> AIM OF THE EXERCISE
Starting with the first line below, reproduce each line exactly until you have included the one bearing "stripHeight = 34.0".

━━━━━ RECORDS TO USE

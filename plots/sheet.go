package plots

import (
	"math"
	"strings"

	"gonum.org/v1/plot/vg"
)

// sheet is the page of a figure: title, window and side column, strip, notes.
type sheet struct {
	w, h             float64 // pt
	title, notes     []string
	win, side, strip vg.Rectangle
}

const (
	stripHeight = 34.0
	sideGap     = 10.0
	maxNotes    = 7 // lines of notes
	maxTitle    = 2 // lines of title
)

// sheetPlan is what a sheet must hold before the size of its window is known.
type sheetPlan struct {
	title, notes string
	side         float64 // width of the column beside the window, pt; 0 for none
	strip        bool
	upright      bool
	part         *part // the sheet is a part of another one
}

// part is the room for a view on a sheet that holds several, pt.
type part struct {
	wide, high float64 // at most, of the window
	foot       float64 // of the strip above the foot of the sheet
}

func (s sheetPlan) limits() (w, h float64) {
	if s.upright {
		return sheetShort, sheetLong
	}
	return sheetLong, sheetShort
}

func (s sheetPlan) texts(w float64) (title, notes []string) {
	return balanced(clean(s.title), w, sizeTitle, true, maxTitle), wrap(clean(s.notes), w, sizeNote, false, maxNotes)
}

func (s sheetPlan) extras(title, notes []string) (w, h float64) {
	w, h = 2*margin, 2*margin+float64(len(title))*sizeTitle*lineHeight+4
	if s.side > 0 {
		w += s.side + sideGap
	}
	if s.strip {
		h += stripHeight
	}
	if len(notes) > 0 {
		h += 5 + float64(len(notes))*sizeNote*lineHeight
	}
	return w, h
}

// room is the largest window that the sheet can hold, pt.
func (s sheetPlan) room() (w, h float64) {
	if s.part != nil {
		return s.part.wide, s.part.high
	}
	fullW, fullH := s.limits()
	ew, eh := s.extras(s.texts(fullW - 2*margin))
	return fullW - ew, fullH - eh
}

// lay makes the sheet around a window of the given size.
func (s sheetPlan) lay(winW, winH float64) sheet {
	w := winW + 2*margin
	if s.side > 0 {
		w += s.side + sideGap
	}
	title, notes := s.texts(w - 2*margin)
	_, eh := s.extras(title, notes)
	out := sheet{w: w, h: winH + eh, title: title, notes: notes}
	top := out.h - margin - float64(len(title))*sizeTitle*lineHeight - 4
	if s.part != nil {
		top = s.part.foot + stripHeight + winH
	}
	out.win = vg.Rectangle{Min: xy(margin, top-winH), Max: xy(margin+winW, top)}
	if s.side > 0 {
		out.side = vg.Rectangle{Min: xy(margin+winW+sideGap, top-winH), Max: xy(w-margin, top)}
	}
	if s.strip {
		out.strip = vg.Rectangle{Min: xy(margin, top-winH-stripHeight), Max: xy(w-margin, top-winH)}
	}
	return out
}

// draw draws the title and the notes.
func (s sheet) draw(p *pad) {
	y := s.h - margin - sizeTitle*0.8
	for _, l := range s.title {
		p.text(text{s: l, at: xy(margin, y), size: sizeTitle, bold: true, ink: inkText})
		y -= sizeTitle * lineHeight
	}
	for i, l := range s.notes {
		y := margin + 1.5 + float64(len(s.notes)-1-i)*sizeNote*lineHeight
		p.text(text{s: l, at: xy(margin, y), size: sizeNote, ink: inkSoft})
	}
}

// cue draws the two directions of a view at the left of the strip and returns the page
// x at its right. down turns the second arrow toward the bottom of the page.
func (s sheet) cue(p *pad, right, other string, down bool) float64 {
	const long, short = 30.0, 17.0
	x, y := s.strip.Min.X.Points()+3, s.strip.Min.Y.Points()+8
	turn, textY := math.Pi/2, y+short-4
	if down {
		y += short - 2
		turn, textY = -math.Pi/2, y-short
	}
	o := xy(x, y)
	tip := o.Add(heading(turn).Scale(short))
	p.line(penDim, o.Add(xy(long, 0)), o, tip)
	p.arrow(inkText, o.Add(xy(long, 0)), 0, 6)
	p.arrow(inkText, tip, turn, 6)
	p.text(text{s: right, at: o.Add(xy(long+3, -2.6)), size: sizeNote, ink: inkText})
	p.text(text{s: other, at: xy(x+4, textY), size: sizeNote, ink: inkText})
	return x + long + 3 + math.Max(textWidth(right, sizeNote, false), textWidth(other, sizeNote, false)-long)
}

// scale draws the scale bar at the right of the strip and returns the page x at its left.
func (s sheet) scale(p *pad, v view) float64 {
	const most = 110.0
	w := scaleBarLength(v.perM, most) * v.perM
	label := roundLength(scaleBarLength(v.perM, most))
	over := textWidth(label, sizeNote, false) / 2
	x := s.strip.Max.X.Points() - w - over
	v.scaleBar(p, xy(x, s.strip.Min.Y.Points()+10), most)
	return x - 4
}

// say writes a statement into the strip between the pages x from and to, on up to three lines.
func (s sheet) say(p *pad, statement string, from, to float64) {
	const gap = 12
	lines, size := wrap(statement, to-from-2*gap, sizeLabel, false, 2), sizeLabel
	if n := len(lines); n == 2 && strings.HasSuffix(lines[1], "…") {
		lines, size = wrap(statement, to-from-2*gap, sizeNote, false, 3), sizeNote
	}
	pitch := size * lineHeight
	y := s.strip.Min.Y.Points() + 10 + pitch/2*float64(len(lines)-1)
	for i, l := range lines {
		p.text(text{s: l, at: xy(from+gap, y-float64(i)*pitch), size: size, ink: inkText})
	}
}

// spinStatement says which way the floor moves: the drawn directions never flip.
func spinStatement(spin float64) string {
	switch {
	case spin > 0:
		return "Spin " + rpm(spin) + ": the floor moves spinward."
	case spin < 0:
		return "Spin " + minus + rpm(spin) + ": the floor moves antispinward. Spinward, as drawn, is against the rotation."
	}
	return "No spin."
}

━━━━━━━━━━

> ANSWER AREA
filename plots/sheet.go
package plots

import (
	"math"
	"strings"

	"gonum.org/v1/plot/vg"
)

// sheet is the page of a figure: title, window and side column, strip, notes.
type sheet struct {
	w, h             float64 // pt
	title, notes     []string
	win, side, strip vg.Rectangle
}

const (
	stripHeight = 34.0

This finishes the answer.